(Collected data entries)
=== Begin Enclosure ===

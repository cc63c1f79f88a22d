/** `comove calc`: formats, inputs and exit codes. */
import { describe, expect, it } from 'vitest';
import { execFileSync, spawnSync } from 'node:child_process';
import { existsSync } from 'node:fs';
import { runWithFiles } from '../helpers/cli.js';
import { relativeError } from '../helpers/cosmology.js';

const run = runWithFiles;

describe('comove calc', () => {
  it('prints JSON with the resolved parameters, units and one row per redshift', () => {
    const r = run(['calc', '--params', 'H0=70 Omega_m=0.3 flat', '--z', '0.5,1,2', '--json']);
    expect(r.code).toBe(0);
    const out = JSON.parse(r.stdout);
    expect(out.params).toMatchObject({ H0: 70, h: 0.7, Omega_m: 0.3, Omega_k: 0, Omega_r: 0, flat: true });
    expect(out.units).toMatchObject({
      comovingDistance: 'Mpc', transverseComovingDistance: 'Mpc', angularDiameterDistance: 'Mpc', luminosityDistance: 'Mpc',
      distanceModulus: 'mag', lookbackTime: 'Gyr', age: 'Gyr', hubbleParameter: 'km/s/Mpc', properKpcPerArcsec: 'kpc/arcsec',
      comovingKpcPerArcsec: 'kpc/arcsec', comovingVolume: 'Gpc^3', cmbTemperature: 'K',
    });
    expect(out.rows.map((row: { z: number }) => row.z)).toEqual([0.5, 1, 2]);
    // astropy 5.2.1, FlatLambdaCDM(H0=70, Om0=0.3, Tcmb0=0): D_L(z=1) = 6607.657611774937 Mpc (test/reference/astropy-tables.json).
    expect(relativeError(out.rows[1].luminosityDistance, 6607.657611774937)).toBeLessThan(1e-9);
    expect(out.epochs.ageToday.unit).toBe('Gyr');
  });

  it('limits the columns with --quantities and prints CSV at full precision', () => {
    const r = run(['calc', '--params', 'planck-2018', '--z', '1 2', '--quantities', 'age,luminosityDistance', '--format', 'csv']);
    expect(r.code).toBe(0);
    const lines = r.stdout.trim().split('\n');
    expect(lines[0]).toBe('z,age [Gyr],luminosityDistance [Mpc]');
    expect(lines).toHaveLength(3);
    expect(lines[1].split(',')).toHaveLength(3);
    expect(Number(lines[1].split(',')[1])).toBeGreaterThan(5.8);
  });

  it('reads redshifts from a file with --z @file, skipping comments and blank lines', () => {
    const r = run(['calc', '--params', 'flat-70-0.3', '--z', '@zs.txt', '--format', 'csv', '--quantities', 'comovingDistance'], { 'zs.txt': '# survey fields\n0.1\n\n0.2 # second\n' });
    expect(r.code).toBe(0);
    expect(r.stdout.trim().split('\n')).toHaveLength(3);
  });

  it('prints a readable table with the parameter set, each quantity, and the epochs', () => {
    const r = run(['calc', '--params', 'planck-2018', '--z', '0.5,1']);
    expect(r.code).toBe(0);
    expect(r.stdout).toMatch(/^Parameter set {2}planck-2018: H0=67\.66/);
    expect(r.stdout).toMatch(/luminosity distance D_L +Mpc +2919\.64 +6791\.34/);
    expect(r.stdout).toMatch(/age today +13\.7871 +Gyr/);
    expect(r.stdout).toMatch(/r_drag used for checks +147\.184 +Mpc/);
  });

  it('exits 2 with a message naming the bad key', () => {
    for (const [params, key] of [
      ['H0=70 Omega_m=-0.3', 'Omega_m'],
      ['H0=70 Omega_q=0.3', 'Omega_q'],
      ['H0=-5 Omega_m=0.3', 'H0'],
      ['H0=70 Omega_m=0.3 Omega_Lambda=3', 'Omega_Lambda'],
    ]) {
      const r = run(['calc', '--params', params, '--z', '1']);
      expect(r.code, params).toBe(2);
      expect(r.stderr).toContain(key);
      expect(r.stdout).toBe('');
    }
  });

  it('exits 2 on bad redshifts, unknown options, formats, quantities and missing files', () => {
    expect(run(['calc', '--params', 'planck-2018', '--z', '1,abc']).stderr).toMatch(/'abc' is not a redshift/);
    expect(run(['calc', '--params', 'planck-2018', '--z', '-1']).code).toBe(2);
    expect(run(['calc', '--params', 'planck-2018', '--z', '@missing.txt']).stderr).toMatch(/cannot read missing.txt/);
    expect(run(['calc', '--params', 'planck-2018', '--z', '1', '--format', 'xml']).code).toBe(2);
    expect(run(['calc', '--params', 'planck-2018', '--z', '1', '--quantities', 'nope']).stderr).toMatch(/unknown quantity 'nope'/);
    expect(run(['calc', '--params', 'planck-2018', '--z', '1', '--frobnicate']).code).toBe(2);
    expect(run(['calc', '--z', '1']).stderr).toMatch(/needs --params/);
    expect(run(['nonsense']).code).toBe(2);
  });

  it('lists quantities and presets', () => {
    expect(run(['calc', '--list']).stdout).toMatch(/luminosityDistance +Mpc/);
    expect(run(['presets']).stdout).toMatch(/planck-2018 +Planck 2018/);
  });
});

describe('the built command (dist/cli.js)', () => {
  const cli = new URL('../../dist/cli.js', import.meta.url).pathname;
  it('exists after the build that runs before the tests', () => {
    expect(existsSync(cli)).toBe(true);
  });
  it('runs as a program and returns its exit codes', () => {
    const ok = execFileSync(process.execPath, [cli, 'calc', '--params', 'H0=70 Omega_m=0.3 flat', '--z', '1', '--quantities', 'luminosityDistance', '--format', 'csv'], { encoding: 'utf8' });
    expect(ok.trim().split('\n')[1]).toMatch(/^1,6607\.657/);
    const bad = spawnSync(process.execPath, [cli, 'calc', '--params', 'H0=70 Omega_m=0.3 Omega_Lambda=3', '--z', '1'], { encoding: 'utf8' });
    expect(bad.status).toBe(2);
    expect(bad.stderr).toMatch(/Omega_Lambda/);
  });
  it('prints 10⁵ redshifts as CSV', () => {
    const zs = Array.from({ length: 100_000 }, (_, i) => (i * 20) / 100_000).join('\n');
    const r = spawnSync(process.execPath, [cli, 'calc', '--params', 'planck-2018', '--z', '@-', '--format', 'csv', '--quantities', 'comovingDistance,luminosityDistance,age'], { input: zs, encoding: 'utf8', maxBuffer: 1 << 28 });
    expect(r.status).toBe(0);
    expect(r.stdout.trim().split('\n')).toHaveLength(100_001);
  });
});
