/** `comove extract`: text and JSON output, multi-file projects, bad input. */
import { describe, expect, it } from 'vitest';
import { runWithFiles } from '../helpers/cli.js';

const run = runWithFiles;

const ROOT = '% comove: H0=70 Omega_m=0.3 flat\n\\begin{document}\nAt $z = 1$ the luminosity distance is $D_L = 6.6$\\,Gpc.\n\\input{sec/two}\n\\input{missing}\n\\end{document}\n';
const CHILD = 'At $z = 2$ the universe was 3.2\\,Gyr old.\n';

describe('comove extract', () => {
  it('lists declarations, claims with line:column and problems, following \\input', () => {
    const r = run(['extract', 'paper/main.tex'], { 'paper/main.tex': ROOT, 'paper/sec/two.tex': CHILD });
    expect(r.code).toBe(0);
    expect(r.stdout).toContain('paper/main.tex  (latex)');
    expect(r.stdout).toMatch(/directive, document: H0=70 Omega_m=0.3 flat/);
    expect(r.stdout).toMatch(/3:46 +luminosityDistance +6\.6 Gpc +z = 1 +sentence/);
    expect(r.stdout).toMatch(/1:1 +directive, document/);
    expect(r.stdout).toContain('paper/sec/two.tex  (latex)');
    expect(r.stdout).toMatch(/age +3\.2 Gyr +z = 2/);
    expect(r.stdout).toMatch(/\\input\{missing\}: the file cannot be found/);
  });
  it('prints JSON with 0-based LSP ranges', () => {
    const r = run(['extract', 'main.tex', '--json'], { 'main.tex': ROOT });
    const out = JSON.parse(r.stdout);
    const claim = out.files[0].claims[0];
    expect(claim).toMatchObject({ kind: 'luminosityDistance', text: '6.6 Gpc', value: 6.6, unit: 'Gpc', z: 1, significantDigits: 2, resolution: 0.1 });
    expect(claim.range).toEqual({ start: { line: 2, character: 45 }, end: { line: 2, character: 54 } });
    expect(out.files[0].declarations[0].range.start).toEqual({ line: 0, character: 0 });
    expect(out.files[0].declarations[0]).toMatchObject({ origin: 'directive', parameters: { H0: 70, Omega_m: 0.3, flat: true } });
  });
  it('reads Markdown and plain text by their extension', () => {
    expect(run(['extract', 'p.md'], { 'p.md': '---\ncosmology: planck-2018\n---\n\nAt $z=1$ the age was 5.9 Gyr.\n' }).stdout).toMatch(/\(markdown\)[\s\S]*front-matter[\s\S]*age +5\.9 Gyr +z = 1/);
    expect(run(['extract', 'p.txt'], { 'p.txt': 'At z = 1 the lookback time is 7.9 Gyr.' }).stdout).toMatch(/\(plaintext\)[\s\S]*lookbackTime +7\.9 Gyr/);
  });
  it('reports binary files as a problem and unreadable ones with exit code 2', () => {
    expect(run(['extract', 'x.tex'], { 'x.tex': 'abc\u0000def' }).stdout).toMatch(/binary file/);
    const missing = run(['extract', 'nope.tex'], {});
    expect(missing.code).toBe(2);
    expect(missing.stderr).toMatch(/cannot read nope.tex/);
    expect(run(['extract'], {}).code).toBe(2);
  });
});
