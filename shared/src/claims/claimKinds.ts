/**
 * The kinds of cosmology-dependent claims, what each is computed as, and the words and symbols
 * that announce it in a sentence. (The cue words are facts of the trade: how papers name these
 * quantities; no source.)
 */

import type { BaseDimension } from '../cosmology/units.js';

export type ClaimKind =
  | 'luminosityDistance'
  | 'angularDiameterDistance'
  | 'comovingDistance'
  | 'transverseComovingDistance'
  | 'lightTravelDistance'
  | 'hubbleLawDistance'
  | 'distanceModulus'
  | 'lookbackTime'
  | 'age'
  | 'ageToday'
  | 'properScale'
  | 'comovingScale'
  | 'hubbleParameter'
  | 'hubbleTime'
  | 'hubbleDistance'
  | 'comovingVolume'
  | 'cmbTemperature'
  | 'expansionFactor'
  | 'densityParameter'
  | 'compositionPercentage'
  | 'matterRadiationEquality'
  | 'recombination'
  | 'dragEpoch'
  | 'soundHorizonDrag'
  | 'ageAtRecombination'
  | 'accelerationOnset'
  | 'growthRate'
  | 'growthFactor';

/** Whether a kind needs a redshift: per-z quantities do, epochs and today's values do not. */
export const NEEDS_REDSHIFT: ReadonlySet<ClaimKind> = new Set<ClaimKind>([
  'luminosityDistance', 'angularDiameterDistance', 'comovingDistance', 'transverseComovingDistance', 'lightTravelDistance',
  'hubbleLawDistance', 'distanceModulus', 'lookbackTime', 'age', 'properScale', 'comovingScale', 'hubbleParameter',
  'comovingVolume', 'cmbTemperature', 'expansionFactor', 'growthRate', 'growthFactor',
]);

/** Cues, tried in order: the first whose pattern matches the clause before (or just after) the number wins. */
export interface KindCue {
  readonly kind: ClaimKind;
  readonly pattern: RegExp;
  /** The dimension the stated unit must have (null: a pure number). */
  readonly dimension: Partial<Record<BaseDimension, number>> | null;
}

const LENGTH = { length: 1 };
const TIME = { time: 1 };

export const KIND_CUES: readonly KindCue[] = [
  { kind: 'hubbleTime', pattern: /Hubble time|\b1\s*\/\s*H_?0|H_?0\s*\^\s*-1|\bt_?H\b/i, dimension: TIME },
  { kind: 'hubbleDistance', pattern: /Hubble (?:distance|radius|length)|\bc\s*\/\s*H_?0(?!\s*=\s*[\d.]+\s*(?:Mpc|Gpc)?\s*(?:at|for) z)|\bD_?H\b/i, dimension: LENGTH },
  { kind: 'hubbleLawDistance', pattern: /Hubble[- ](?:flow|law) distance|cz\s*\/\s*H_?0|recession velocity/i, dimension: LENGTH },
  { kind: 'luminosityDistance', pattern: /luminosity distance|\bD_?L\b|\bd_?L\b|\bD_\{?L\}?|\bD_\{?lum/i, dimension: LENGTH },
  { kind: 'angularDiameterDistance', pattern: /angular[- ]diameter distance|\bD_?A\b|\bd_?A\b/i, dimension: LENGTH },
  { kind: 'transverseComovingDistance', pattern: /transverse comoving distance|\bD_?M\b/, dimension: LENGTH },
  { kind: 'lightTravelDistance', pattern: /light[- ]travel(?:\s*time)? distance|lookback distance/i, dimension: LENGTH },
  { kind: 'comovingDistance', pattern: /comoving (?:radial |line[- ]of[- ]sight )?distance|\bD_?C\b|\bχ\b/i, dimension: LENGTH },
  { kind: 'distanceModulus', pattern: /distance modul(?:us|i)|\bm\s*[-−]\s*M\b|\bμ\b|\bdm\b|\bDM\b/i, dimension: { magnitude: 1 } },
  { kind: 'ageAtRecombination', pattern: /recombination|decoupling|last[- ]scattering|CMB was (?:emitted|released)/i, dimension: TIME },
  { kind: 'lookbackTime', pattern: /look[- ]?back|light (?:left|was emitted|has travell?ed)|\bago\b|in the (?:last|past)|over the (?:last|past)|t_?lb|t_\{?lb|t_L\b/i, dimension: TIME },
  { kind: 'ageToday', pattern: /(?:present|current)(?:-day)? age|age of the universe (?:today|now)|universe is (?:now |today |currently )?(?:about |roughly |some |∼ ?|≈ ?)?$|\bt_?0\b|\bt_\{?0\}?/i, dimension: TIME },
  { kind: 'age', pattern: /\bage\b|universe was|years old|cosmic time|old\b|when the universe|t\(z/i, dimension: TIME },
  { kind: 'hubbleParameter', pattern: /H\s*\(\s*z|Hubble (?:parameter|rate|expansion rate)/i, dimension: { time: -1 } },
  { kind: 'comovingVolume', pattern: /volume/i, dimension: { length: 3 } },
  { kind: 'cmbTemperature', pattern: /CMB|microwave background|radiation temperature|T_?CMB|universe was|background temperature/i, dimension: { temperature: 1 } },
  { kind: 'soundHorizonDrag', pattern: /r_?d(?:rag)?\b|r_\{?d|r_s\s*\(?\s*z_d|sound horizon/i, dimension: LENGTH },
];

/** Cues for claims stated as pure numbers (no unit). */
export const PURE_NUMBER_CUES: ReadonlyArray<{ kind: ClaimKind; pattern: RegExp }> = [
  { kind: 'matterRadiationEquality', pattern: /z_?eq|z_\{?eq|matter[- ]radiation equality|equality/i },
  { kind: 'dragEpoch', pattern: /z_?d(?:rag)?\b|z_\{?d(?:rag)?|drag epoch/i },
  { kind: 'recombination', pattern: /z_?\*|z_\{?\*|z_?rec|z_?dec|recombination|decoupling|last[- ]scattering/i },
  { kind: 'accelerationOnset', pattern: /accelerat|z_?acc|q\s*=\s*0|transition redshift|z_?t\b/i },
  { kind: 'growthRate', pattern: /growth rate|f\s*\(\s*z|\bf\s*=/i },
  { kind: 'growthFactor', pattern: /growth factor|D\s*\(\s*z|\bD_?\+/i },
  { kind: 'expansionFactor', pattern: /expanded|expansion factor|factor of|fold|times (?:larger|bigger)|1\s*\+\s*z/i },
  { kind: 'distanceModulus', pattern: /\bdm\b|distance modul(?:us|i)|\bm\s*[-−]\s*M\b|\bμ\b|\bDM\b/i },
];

=== End Enclosure ===

**Instructions for the task**:
Read through the entries, then copy every line where the string "growthFactor" is found.

**Output below**:
  | 'growthFactor';
  'comovingVolume', 'cmbTemperature', 'expansionFactor', 'growthRate', 'growthFactor',
  { kind: 'growthFactor', pattern: /growth factor|D\s*\(\s*z|\bD_?\+/i },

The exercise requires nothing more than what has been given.